Triste, amarga, rabiosamente alegre por momentos, melancólica, La balada de Cable Hogue se te pega, y me refiero también a la música. ¡Hasta el trotamundos de Hogue y su amada prostituta terminan cantando a dúo!; es la alegría de encontrar el amor dónde y cuándo menos lo esperas. La música es cosa de Jerry Goldsmith
Simbólica también, la que muchos dicen que es la mejor en la filmografía de Sam Peckinpah, en ‘La balada de Cable Hogue’ nos encontramos con un personaje que le exige al mismo Dios que le dé de beber, que «lleva ya cuatro días sin agua que llevarse a la boca» y directamente le culpa de su suerte. Tampoco es tan descabellado, claro, si pensamos que Cable ha sido abandonado en un desierto por sus «estupendos amigos». A pesar de todo, él nunca pierde la fe.

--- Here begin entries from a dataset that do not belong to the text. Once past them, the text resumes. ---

/* Operator commands against garbage: thousands of random byte strings and
 * random JSON documents (seeded, so a failure repeats) through the
 * validator, and a thousand through the MQTT entry point with random
 * topics. Every one must get a reply that is itself valid JSON with a
 * boolean "ok" and, when refused, a non-empty "error"; every message on the
 * command topic must leave exactly one reply in the outbox. Runs under
 * ASan/UBSan in `make check`. No science here. */
#include <math.h>
#include <setjmp.h>
#include <stdarg.h>
#include <stddef.h>
#include <stdint.h>
#include <stdio.h>
#include <stdlib.h>
#include <string.h>
#include <unistd.h>
#include <cmocka.h>

#include "hs_command.h"

#define BYTE_CASES 3000
#define JSON_CASES 5000
#define TOPIC_CASES 1000

struct fixture {
    char dir[64];
    hs_store *st;
    hs_alarm_engine *eng;
    hs_topics topics;
    hs_alarm_sink sink;
    hs_commands cmd;
};

static int64_t fake_now = 1000000;
static int64_t fake_clock(void) { return fake_now; }

static int setup(void **state)
{
    static struct fixture f;
    memset(&f, 0, sizeof f);
    snprintf(f.dir, sizeof f.dir, "/tmp/hs-cmdfuzz.XXXXXX");
    if (mkdtemp(f.dir) == NULL)
        return -1;
    char path[128], err[256];
    snprintf(path, sizeof path, "%s/h.db", f.dir);
    f.st = hs_store_open(path, HS_STORE_WRITE, NULL, err, sizeof err);
    f.eng = hs_alarm_new(1);
    if (f.st == NULL || f.eng == NULL || hs_topics_init(&f.topics, "halostage", "demo") != 0)
        return -1;
    hs_alarm_rule r;
    hs_alarm_rule_default(&r, HS_RULE_BITTERN_LIMIT);
    snprintf(r.name, sizeof r.name, "bittern");
    r.on_delay_ms = r.off_delay_ms = 0;
    if (hs_alarm_add(f.eng, &r, "crys-1") != HS_ALARM_DONE)
        return -1;
    f.sink = (hs_alarm_sink){.store = f.st, .topics = &f.topics};
    f.cmd = (hs_commands){.engine = f.eng, .sink = &f.sink, .topics = &f.topics,
                          .clock_ms = fake_clock};
    /* Raise the alarm: event 1. */
    hc_brine_state s;
    hc_state_clear(&s);
    s.baume = 29.5;
    hs_alarm_input in;
    hs_alarm_input_clear(&in);
    in.state = &s;
    if (hs_alarm_update(f.eng, "crys-1", &in, fake_now, hs_alarm_sink_emit, &f.sink) !=
        HS_ALARM_DONE)
        return -1;
    *state = &f;
    return 0;
}

static int teardown(void **state)
{
    struct fixture *f = *state;
    hs_store_close(f->st);
    hs_alarm_free(f->eng);
    char cmd[128];
    snprintf(cmd, sizeof cmd, "rm -rf '%s'", f->dir);
    return system(cmd) == 0 ? 0 : -1;
}

static uint64_t rng_state;
static uint64_t rnd(void)
{
    rng_state ^= rng_state >> 12;
    rng_state ^= rng_state << 25;
    rng_state ^= rng_state >> 27;
    return rng_state * 2685821657736338717ull;
}
static size_t pick(size_t n) { return n == 0 ? 0 : (size_t)(rnd() % n); }

static const char *const verbs[] = {"ack", "shelve", "unshelve", "reboot", "", "ACK",
                                    "ack/extra", "\xff\xfe", "shelve\x01"};
static const char *const keys[] = {"event_id", "pond", "rule", "duration_s", "operator",
                                   "note", "request_id", "command", "", "Pond",
                                   "\xc3\xa9tang", "x"};
static const char *const strings[] = {
    "crys-1", "bittern", "c1", "", "a", "nobody", "\xc3\xa9", "\xe2\x82\xac\xe2\x82\xac",
    "'; DROP TABLE outbox; --", "%s%s%n%n", "\\u0000", "+/#", "\n\r\t",
    "\xf0\x9f\x8c\x8a\xf0\x9f\x8c\x8a\xf0\x9f\x8c\x8a", "1e999", "-0",
};

/* A random string: one of the above, or random printable/multibyte text of
 * a length around the validator's limits. */
static json_t *random_string(void)
{
    if (pick(3) > 0)
        return json_string(strings[pick(sizeof strings / sizeof *strings)]);
    size_t n = pick(4) == 0 ? 60 + pick(10) : pick(300);
    char *s = malloc(4 * n + 1);
    size_t k = 0;
    for (size_t i = 0; i < n; i++) {
        if (pick(5) == 0) { /* U+00E9 or U+20AC: splits badly when cut at a byte count */
            if (pick(2)) { s[k++] = (char)0xc3; s[k++] = (char)0xa9; }
            else { s[k++] = (char)0xe2; s[k++] = (char)0x82; s[k++] = (char)0xac; }
        } else {
            s[k++] = (char)(' ' + pick(95));
        }
    }
    s[k] = '\0';
    json_t *j = json_string(s);
    free(s);
    return j;
}

static json_t *random_value(int depth)
{
    switch (pick(depth > 2 ? 7 : 9)) {
    case 0: return json_integer((json_int_t)(rnd() >> pick(64)) * (pick(2) ? 1 : -1));
    case 1: return json_integer((json_int_t)pick(5) - 1);
    case 2: return json_real((double)(int64_t)rnd() / 1e3);
    case 3: return json_null();
    case 4: return json_boolean(pick(2));
    case 5: case 6: return random_string();
    case 7: {
        json_t *a = json_array();
        for (size_t i = pick(4); i > 0; i--)
            json_array_append_new(a, random_value(depth + 1));
        return a;
    }
    default: {
        json_t *o = json_object();
        for (size_t i = pick(4); i > 0; i--)
            json_object_set_new(o, keys[pick(sizeof keys / sizeof *keys)], random_value(depth + 1));
        return o;
    }
    }
}

/* A command-shaped object: mostly known keys with plausible or wrong values. */
static json_t *random_command(void)
{
    json_t *o = json_object();
    size_t extra = pick(7);
    if (pick(2)) { /* a valid command for any verb, then perhaps spoiled */
        json_object_set_new(o, "operator", json_string("brine-master"));
        json_object_set_new(o, "pond", json_string("crys-1"));
        json_object_set_new(o, "rule", json_string("bittern"));
        if (pick(2))
            json_object_set_new(o, "duration_s", json_integer(600));
        extra = pick(3);
    }
    for (size_t i = extra; i > 0; i--) {
        const char *k = keys[pick(sizeof keys / sizeof *keys)];
        json_t *v;
        if (strcmp(k, "event_id") == 0 && pick(2))
            v = json_integer((json_int_t)pick(4));
        else if (strcmp(k, "duration_s") == 0 && pick(2))
            v = json_integer((json_int_t)pick(2) ? 3600 : (json_int_t)366 * 86400 + (json_int_t)pick(3) - 1);
        else if (strcmp(k, "pond") == 0 && pick(2))
            v = json_string(pick(2) ? "crys-1" : "c9");
        else if (strcmp(k, "rule") == 0 && pick(2))
            v = json_string("bittern");
        else if (strcmp(k, "operator") == 0 && pick(2))
            v = json_string("brine-master");
        else
            v = random_value(1);
        json_object_set_new(o, k, v);
    }
    return o;
}

/* The reply contract: valid JSON, boolean ok matching *ok, an error text when refused. */
static void check_reply(json_t *r, int ok, unsigned c)
{
    if (r == NULL)
        fail_msg("case %u: no reply", c);
    json_t *okv = json_object_get(r, "ok");
    if (!json_is_boolean(okv) || json_is_true(okv) != ok)
        fail_msg("case %u: ok missing or disagrees", c);
    if (!ok) {
        json_t *e = json_object_get(r, "error");
        if (!json_is_string(e) || json_string_length(e) == 0)
            fail_msg("case %u: refused without an error text", c);
    } else if (!json_is_string(json_object_get(r, "result"))) {
        fail_msg("case %u: accepted without a result", c);
    }
    char *text = json_dumps(r, JSON_COMPACT);
    if (text == NULL)
        fail_msg("case %u: reply cannot be written as JSON", c);
    free(text);
}

static void random_bytes_are_refused(void **state)
{
    struct fixture *f = *state;
    rng_state = 0x0b5e55ed5a17ull;
    unsigned char buf[512];
    for (unsigned c = 0; c < BYTE_CASES; c++) {
        size_t n = pick(sizeof buf);
        for (size_t i = 0; i < n; i++)
            buf[i] = (unsigned char)rnd();
        if (n > 0 && pick(2))
            buf[0] = '{';
        const char *verb = verbs[pick(sizeof verbs / sizeof *verbs)];
        int ok = -1;
        json_t *r = hs_command_apply(&f->cmd, pick(20) ? verb : NULL, buf, n, (int)(pick(50) == 0), &ok);
        check_reply(r, ok, c);
        /* Random bytes are never a valid command (no operator key). */
        assert_int_equal(ok, 0);
        json_decref(r);
    }
    print_message("command fuzz: %u random byte payloads, all refused with a reason\n", BYTE_CASES);
}

static void random_json_gets_a_reply(void **state)
{
    struct fixture *f = *state;
    rng_state = 0xc0ffee5eed01ull;
    unsigned accepted = 0, refused = 0;
    for (unsigned c = 0; c < JSON_CASES; c++) {
        json_t *doc = pick(4) ? random_command() : random_value(0);
        char *text = json_dumps(doc, JSON_COMPACT | JSON_ENCODE_ANY);
        json_decref(doc);
        assert_non_null(text);
        size_t n = strlen(text);
        if (pick(5) == 0 && n > 0) { /* then mangle it */
            if (pick(2))
                n = pick(n);
            else
                text[pick(n)] ^= (char)(1u << pick(8));
        }
        const char *verb = verbs[pick(4) ? pick(3) : pick(sizeof verbs / sizeof *verbs)];
        int ok = -1;
        json_t *r = hs_command_apply(&f->cmd, verb, text, n, 0, &ok);
        check_reply(r, ok, c);
        ok ? accepted++ : refused++;
        json_decref(r);
        free(text);
    }
    print_message("command fuzz: %u JSON payloads, %u accepted, %u refused\n", JSON_CASES,
                  accepted, refused);
    assert_true(accepted > 0 && refused > JSON_CASES / 2);
}

/* Keys cut at the reply's length limit must still give a valid error text. */
static void long_multibyte_key_is_refused_cleanly(void **state)
{
    struct fixture *f = *state;
    char text[400] = "{\"a";
    size_t k = 3; /* one ASCII byte first: a cut at 60 bytes splits a character */
    for (int i = 0; i < 100; i++) {
        text[k++] = (char)0xe2; text[k++] = (char)0x82; text[k++] = (char)0xac;
    }
    memcpy(text + k, "\":1}", 5);
    int ok = -1;
    json_t *r = hs_command_apply(&f->cmd, "ack", text, strlen(text), 0, &ok);
    check_reply(r, ok, 0);
    assert_int_equal(ok, 0);
    assert_non_null(strstr(json_string_value(json_object_get(r, "error")), "is not part of"));
    json_decref(r);
}

struct reply_count {
    unsigned replies;
    int64_t last_id;
};

/* Counts outbox rows that are command replies; each must be valid JSON. */
static int count_reply(void *ctx, const hs_outbox_msg *m)
{
    struct reply_count *rc = ctx;
    rc->last_id = m->id;
    if (m->kind != HS_MSG_REPLY)
        return 0;
    json_t *j = json_loadb(m->payload, m->payload_len, 0, NULL);
    if (j != NULL && json_is_boolean(json_object_get(j, "ok")))
        rc->replies++;
    json_decref(j);
    return 0;
}

static void every_message_gets_one_reply(void **state)
{
    struct fixture *f = *state;
    rng_state = 0x70b1c5ull;
    struct reply_count before = {0, 0}, after = {0, 0};
    while (hs_store_outbox_peek(f->st, before.last_id, 1000, count_reply, &before) > 0)
        ;
    int64_t seen = f->cmd.accepted + f->cmd.refused;
    unsigned expect = 0;
    char topic[200];
    for (unsigned c = 0; c < TOPIC_CASES; c++) {
        const char *verb = verbs[pick(sizeof verbs / sizeof *verbs)];
        switch (pick(4)) {
        case 0: snprintf(topic, sizeof topic, "halostage/demo/command/%s", verb); break;
        case 1: snprintf(topic, sizeof topic, "halostage/demo/command"); break;
        case 2: snprintf(topic, sizeof topic, "halostage/other/command/%s", verb); break;
        default: snprintf(topic, sizeof topic, "halostage/demo/command/%s/%s", verb, verb); break;
        }
        json_t *doc = random_command();
        char *text = json_dumps(doc, JSON_COMPACT);
        json_decref(doc);
        hs_command_on_message(&f->cmd, topic, text, strlen(text), 0, 0);
        free(text);
        expect++;
    }
    hs_command_on_message(&f->cmd, NULL, NULL, 0, 0, 0);
    expect++;
    assert_int_equal(f->cmd.accepted + f->cmd.refused - seen, expect);
    after.last_id = before.last_id;
    while (hs_store_outbox_peek(f->st, after.last_id, 1000, count_reply, &after) > 0)
        ;
    assert_int_equal(after.replies, expect);
    print_message("command fuzz: %u messages on random topics, %u replies queued\n", expect,
                  after.replies);
}

int main(void)
{
    const struct CMUnitTest tests[] = {
        cmocka_unit_test_setup_teardown(random_bytes_are_refused, setup, teardown),
        cmocka_unit_test_setup_teardown(random_json_gets_a_reply, setup, teardown),
        cmocka_unit_test_setup_teardown(long_multibyte_key_is_refused_cleanly, setup, teardown),
        cmocka_unit_test_setup_teardown(every_message_gets_one_reply, setup, teardown),
    };
    return cmocka_run_group_tests(tests, NULL, NULL);
}
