/* Stage-storage CSV loader: good files load, and every defect names the
 * file and line. Real files in a mkdtemp folder. No science here. */
#include <math.h>
#include <setjmp.h>
#include <stdarg.h>
#include <stddef.h>
#include <stdio.h>
#include <stdlib.h>
#include <string.h>
#include <unistd.h>
#include <cmocka.h>

#include "hydro_near.h"

#include "hs_stage_table.h"

static char dir[64];

static int make_dir(void **unused)
{
    (void)unused;
    snprintf(dir, sizeof dir, "/tmp/hs_stage_XXXXXX");
    return mkdtemp(dir) != NULL ? 0 : -1;
}

static int remove_dir(void **unused)
{
    (void)unused;
    return rmdir(dir);
}

static void write_file(const char *path, const char *text)
{
    FILE *f = fopen(path, "w");
    assert_non_null(f);
    fputs(text, f);
    fclose(f);
}

static void loads_good_file(void **unused)
{
    (void)unused;
    char path[128], err[256];
    snprintf(path, sizeof path, "%s/pond.csv", dir);
    write_file(path, "# invented survey\n"
                     "volume_m3, level_m ,area_m2\r\n"
                     "\n"
                     "0,0.0,1000\n"
                     "105,0.1,1100\n"
                     "# a comment between rows\n"
                     "220,0.2,1200\n");
    struct hs_stage_table t;
    assert_int_equal(hs_stage_table_load(path, &t, err, sizeof err), 0);
    assert_int_equal(t.view.n, 3);
    assert_near(t.view.level_m[2], 0.2, 0);
    assert_near(t.view.volume_m3[1], 105, 0);
    assert_non_null(t.view.area_m2);
    assert_int_equal(t.line_of_row[2], 7);
    double v;
    assert_int_equal(hc_stage_table_at_level(&t.view, 0.1, &v, NULL), HC_OK);
    assert_near(v, 105, 1e-9);
    hs_stage_table_free(&t);
    hs_stage_table_free(&t); /* safe twice */
    unlink(path);
}

struct bad_case {
    const char *text;
    const char *expect; /* substring of the message after "NAME:" */
};

static void defects_name_file_and_line(void **unused)
{
    (void)unused;
    static const struct bad_case cases[] = {
        {"level_m,volume_m3\n0,0\n0.2,10\n0.1,20\n", "t.csv:4: level_m must increase"},
        {"level_m,volume_m3\n0,0\n0.1,10\n0.2,5\n", "t.csv:4: level_m must increase and volume_m3"},
        {"level_m,volume_m3\n0,0\n0.1,ten\n", "t.csv:3: volume_m3 'ten' is not a number"},
        {"level_m,volume_m3\n0,0\n0.1,nan\n", "t.csv:3: volume_m3 'nan' is not a number"},
        {"level_m,volume_m3\n0,0\n0.1\n", "t.csv:3: 1 fields, the header has 2"},
        {"level_m,depth\n", "t.csv:1: unknown column 'depth'"},
        {"level_m,area_m2\n0,1\n", "t.csv:1: header needs level_m (or depth_m) and volume_m3"},
        {"level_m,level_m,volume_m3\n", "t.csv:1: column 'level_m' given twice"},
        {"level_m,depth_m,volume_m3\n", "t.csv:1: column 'depth_m' given twice"},
        {"depth_m,volume_m3\n0,0\n0.1,-1\n", "t.csv:3: volume_m3 must not be negative"},
        {"level_m,volume_m3,area_m2\n0,0,5\n0.1,1,-2\n", "t.csv:3: volume_m3 and area_m2 must not be negative"},
        {"level_m,volume_m3\n0,0\n", "t.csv: a stage-storage table needs at least 2 rows"},
        {"# nothing\n\n", "t.csv: empty table"},
        {"level_m,volume_m3\n0,0\n0.1,,\n", "t.csv:3: 3 fields"},
        {"level_m,volume_m3\n0,0\n0.1,1e999\n", "t.csv:3: volume_m3 '1e999' is not a number"},
    };
    for (size_t i = 0; i < sizeof cases / sizeof cases[0]; i++) {
        struct hs_stage_table t;
        char err[256] = "";
        assert_int_equal(hs_stage_table_parse("t.csv", cases[i].text, &t, err, sizeof err), -1);
        if (strstr(err, cases[i].expect) == NULL) {
            print_error("case %zu: got '%s', expected '%s'\n", i, err, cases[i].expect);
            fail();
        }
        assert_null(t.level_m);
    }
}

static void missing_and_binary_files(void **unused)
{
    (void)unused;
    char path[128], err[256];
    struct hs_stage_table t;
    snprintf(path, sizeof path, "%s/absent.csv", dir);
    assert_int_equal(hs_stage_table_load(path, &t, err, sizeof err), -1);
    assert_non_null(strstr(err, "absent.csv: cannot open"));
    snprintf(path, sizeof path, "%s/bin.csv", dir);
    FILE *f = fopen(path, "wb");
    assert_non_null(f);
    fwrite("level_m\0volume", 1, 14, f);
    fclose(f);
    assert_int_equal(hs_stage_table_load(path, &t, err, sizeof err), -1);
    assert_non_null(strstr(err, "NUL byte"));
    unlink(path);
}

static void garbage_never_crashes(void **unused)
{
    (void)unused;
    /* Random bytes (fixed seed) through the parser: it must only ever
     * accept or refuse with a message. */
    srand(12345);
    char text[256];
    int accepted = 0;
    for (int round = 0; round < 2000; round++) {
        size_t n = (size_t)(rand() % 255);
        static const char alphabet[] = "level_m,volume_m3area\n0123456789.-e#, \t\r";
        for (size_t i = 0; i < n; i++)
            text[i] = alphabet[rand() % (int)(sizeof alphabet - 1)];
        text[n] = '\0';
        struct hs_stage_table t;
        char err[128] = "";
        if (hs_stage_table_parse("fuzz", text, &t, err, sizeof err) == 0) {
            accepted++;
            hs_stage_table_free(&t);
        } else {
            assert_true(strncmp(err, "fuzz", 4) == 0);
        }
    }
    (void)accepted;
}

int main(void)
{
    const struct CMUnitTest tests[] = {
        cmocka_unit_test(loads_good_file),
        cmocka_unit_test(defects_name_file_and_line),
        cmocka_unit_test(missing_and_binary_files),
        cmocka_unit_test(garbage_never_crashes),
    };
    return cmocka_run_group_tests(tests, make_dir, remove_dir);
}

El agua aparece como un milagro y ese perdedor que es Cable Hogue despierta de un letargo de años de vida perdiendo en los negocios, en los amigos, y se supone que en casi todo, por su pobre indumentaria y su sucias ropas, que su amiga Hildy le informa más tarde que apestan de tal forma que hasta los perros huyen de él.
El agua es riqueza
El agua en un terreno desértico por el que hay tránsito es riqueza. Eso lo ve Hogue a las primeras de cambio. Tras conseguir el título y el préstamo que le hace propietario de apenas unos acres en el pueblo, también consigue conocer a Hildy, que se convierte en su amada, en su amante, casi en su señora. Los mejores momentos, y los peores, los vive con ella. Son dos personajes perdedores, de los que le gustan al director, que se hacen ganadores cuando están juntos.
Pero su romance se convierte casi en épico, hay algo heroico en los dos amantes cuando se aman. Cable deja de ser el truhan, el vagabundo que llega causando un pequeño alboroto en la ciudad y Hildy deja de ser la prostituta, para vivir en el desierto con el único hombre que la trata como a una señorita. ¿No me digáis que no es una bonita historia?
Qué pena que ella solo quiera ir a San Francisco para conseguir una fortuna y que pena que a él solo le sirva la venganza: matar a sus dos amigos que le dejaron tirado en pleno desierto.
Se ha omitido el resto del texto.